As of Monday, 29,594 students were enrolled in classes across all the NAU campuses, with more than 6,000 students living in university-owned residence halls. Some faculty members have continued to raise concerns about the return to campus as Coconino County health officials reported an additional 55 cases last week, increasing the total to 3,205 confirmed virus cases.
Lawsuit: Teen burned when pinned on hot sidewalk by officers
PHOENIX — A lawsuit alleges a 17-year-old girl suffered second-degree burns on her arms last summer when Phoenix officers pinned her on a hot sidewalk during an arrest. The lawsuit filed Monday by the teen said the arrest occurred on a day when temperatures reached 113 degrees Fahrenheit.

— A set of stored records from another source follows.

/* Answer the restore question: Y restores, otherwise the file is set aside. */
static unsigned app_restore(struct app *a, bool yes)
{
	char err[1024];
	if (!yes) {
		char aside[RECOVERY_PATH_MAX];
		if (recovery_set_aside(a->path, aside, sizeof aside, err,
		                       sizeof err) != 0) {
			app_message(a, true, "%s", err);
			return APP_HANDLED | APP_REDRAW;
		}
		const char *base = strrchr(aside, '/');
		app_message(a, false, "recovery file set aside as %s",
		            base != NULL ? base + 1 : aside);
		return APP_HANDLED | APP_REDRAW;
	}
	struct session tmp;
	char p[RECOVERY_PATH_MAX];
	struct session_error serr;
	if (recovery_find(a->path, p, sizeof p) != 1) {
		app_message(a, true, "cannot restore: the recovery file is gone");
		return APP_HANDLED | APP_REDRAW;
	}
	if (session_load_file(&tmp, p, &serr) != SESSION_OK) {
		session_error_format(&serr, err, sizeof err);
		app_message(a, true, "cannot restore: %s", err);
		return APP_HANDLED | APP_REDRAW;
	}
	session_fini(&a->s);
	a->s = tmp;
	a->dirty = true;
	a->nundo = 0;
	app_resolve(a);
	app_message(a, false, "restored the unsaved changes (s saves them)");
	return APP_HANDLED | APP_REDRAW;
}

/* Write the waiting picture to PATH; returns 0, or -1 with the status
 * line saying why. */
static int app_picture_to(struct app *a, const char *path)
{
	char err[1200];
	if (a->picture == NULL) {
		app_message(a, true, "no picture to write");
		return -1;
	}
	if (atomic_write_file(path, a->picture, a->picture_len, err,
	                      sizeof err) != 0) {
		app_message(a, true, "%s", err);
		return -1;
	}
	free(a->picture);
	a->picture = NULL;
	a->writing_picture = false;
	app_message(a, false, "wrote the view as %s (copy it off with scp or "
	            "rsync)", path);
	return 0;
}

/* Save (or write the picture) to the name PATH the user confirmed (TYPED
 * as typed); a failure asks for the name again with the reason. */
static unsigned app_save_to(struct app *a, const char *path, const char *typed)
{
	char name[sizeof a->pending];
	snprintf(name, sizeof name, "%s", path);
	if ((a->writing_picture ? app_picture_to(a, name) : app_save(a, name)) != 0) {
		char why[sizeof a->status];
		snprintf(why, sizeof why, "%s", a->status);
		app_ask_name(a, typed, why);
	}
	return APP_HANDLED | APP_REDRAW;
}

/*
 * Take a typed file name: expand ~, refuse a folder, and ask before
 * replacing a file other than the session's own.
 */
static unsigned app_save_as(struct app *a, const char *typed)
{
	if (typed[0] == '\0') {
		app_ask_name(a, "", "type a file name, or Esc");
		return APP_HANDLED | APP_REDRAW;
	}
	char path[sizeof a->pending];
	if (app_expand_path(typed, path, sizeof path) != 0) {
		app_ask_name(a, typed, path);
		return APP_HANDLED | APP_REDRAW;
	}
	struct stat st;
	if (stat(path, &st) == 0) {
		if (S_ISDIR(st.st_mode)) {
			char why[1100];
			snprintf(why, sizeof why, "%.1000s is a folder: type a file name "
			         "in it", path);
			app_ask_name(a, typed, why);
			return APP_HANDLED | APP_REDRAW;
		}
		/* A picture never goes over the session it shows. */
		if (a->writing_picture && app_is_own_file(a, path)) {
			app_ask_name(a, typed, "that is the session file: type another "
			             "name for the picture");
			return APP_HANDLED | APP_REDRAW;
		}
		if (a->writing_picture) {
			app_ask_overwrite(a, path, typed, false);
			return APP_HANDLED | APP_REDRAW;
		}
		bool own = app_is_own_file(a, path);
		if (!own || app_changed_on_disk(a, path)) {
			app_ask_overwrite(a, path, typed, own);
			return APP_HANDLED | APP_REDRAW;
		}
	}
	return app_save_to(a, path, typed);
}

/* The target's question. */
#define APP_TARGET_Q "target (10mA, -5mA, 2.1V or 20mW; KEY=VALUE for " \
	"solve_for, series, current_min/max, voltage_min/max; none removes): "
/* The ratings' question. */
#define APP_RATING_Q "rating KEY=VALUE (device_max_power, device_max_current, " \
	"resistor_power, ambient_temperature; VALUE none removes): "

/* Ask for the target. */
void app_ask_target(struct app *a, const char *initial, const char *error)
{
	char now[64] = "";
	const struct session_target *t = &a->s.analysis.target;
	int ascii = app_unicode(a) ? 0 : 1;
	if (initial == NULL) {
		if (isfinite(t->current))
			qty_format_short(now, sizeof now, t->current, QTY_CURRENT, 6, ascii);
		else if (isfinite(t->voltage))
			qty_format_short(now, sizeof now, t->voltage, QTY_VOLTAGE, 6, ascii);
		else if (isfinite(t->power))
			qty_format_short(now, sizeof now, t->power, QTY_POWER, 6, ascii);
		/* typed back, the value must parse: no thin spaces */
		for (char *c = now; *c != '\0'; c++)
			if (*c == ' ')
				memmove(c, c + 1, strlen(c));
		initial = now;
	}
	app_ask(a, NULL, APP_ASK_TARGET, false, APP_TARGET_Q, initial, error);
}

/* Ask for a rating. */
void app_ask_rating(struct app *a, const char *initial, const char *error)
{
	app_ask(a, NULL, APP_ASK_RATING, false, APP_RATING_Q, initial, error);
}

/* Take a typed target: a value (its unit says which), KEY=VALUE or none. */
static unsigned app_take_target(struct app *a, const char *text)
{
	char err[512], key[SESSION_SET_KEY_MAX];
	const char *value = NULL;
	if (strchr(text, '=') != NULL) {
		char k[SESSION_SET_KEY_MAX];
		if (session_set_split(text, k, sizeof k, &value, err, sizeof err) !=
		    SESSION_SET_OK) {
			app_ask_target(a, text, err);
			return APP_HANDLED | APP_REDRAW;
		}
		snprintf(key, sizeof key, "%s%.80s",
		         strncmp(k, "target.", 7) == 0 ? "" : "target.", k);
	} else if (strcmp(text, "none") == 0) {
		/* Every target kind goes, as one change. */
		struct session_analysis old = a->s.analysis;
		a->s.analysis.target.current = NAN;
		a->s.analysis.target.voltage = NAN;
		a->s.analysis.target.power = NAN;
		app_analysis_changed(a, "target", &old);
		app_message(a, false, "no target");
		return APP_HANDLED | APP_REDRAW;
	} else {
		double x;
		static const struct { enum qty_kind k; const char *key; } kinds[] = {
			{ QTY_CURRENT, "target.current" },
			{ QTY_VOLTAGE, "target.voltage" },
			{ QTY_POWER, "target.power" },
		};
		size_t j = 0;
		char first[512] = "";
		for (; j < 3; j++) {
			if (qty_parse(text, kinds[j].k, &x, err, sizeof err) == QTY_OK)
				break;
			if (j == 0)
				snprintf(first, sizeof first, "%s", err);
		}
		if (j == 3) {
			app_ask_target(a, text, first);
			return APP_HANDLED | APP_REDRAW;
		}
		snprintf(key, sizeof key, "%s", kinds[j].key);
		value = text;
	}
	if (app_text_set(a, key, value, err, sizeof err) != 0) {
		app_ask_target(a, text, err);
		return APP_HANDLED | APP_REDRAW;
	}
	app_message(a, false, "%s = %s", key, value);
	return APP_HANDLED | APP_REDRAW;
}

The teen was involved in a fight against another student at a bus stop. Police say the teen refused to listen to officers and began to kick and pull away. They say the officers didn’t violate its use of force policy.
The Associated Press isn’t naming the girl because it generally doesn’t identify juveniles charged with crimes.
Mexico’s New War Against Junk Food
Processed food and drinks will carry a significantly big tag on its content, and some states banning the sales of these products to the underaged population.
This is the new wave of Mexico’s so-called “anti-junk food laws.”
Like in the U.S., Mexico faces a severe obesity and overweight problem. The authorities are trying to stop those health issues with a new labeling system for processed food, while banning the sales of those products to the underaged. But the strategy is being confronted, and even considered a distractor from the pandemic.
Virus crisis easing across Sun Belt but could heat up again
The torrid coronavirus summer across the Sun Belt is easing after two disastrous months that brought more than 35,000 deaths. Whether the outbreak will heat up again after Labor Day and the resumption of school and football in the land of Friday Night Lights remains to be seen.
Seven of the nine states along the nation’s Southern and Western rim are seeing drops in three important gauges — new deaths, new cases and the percentage of tests coming back positive for the virus. Alabama is the only state in the region to see all three numbers rising; Mississippi’s deaths are up, but positive rates and cases are dropping.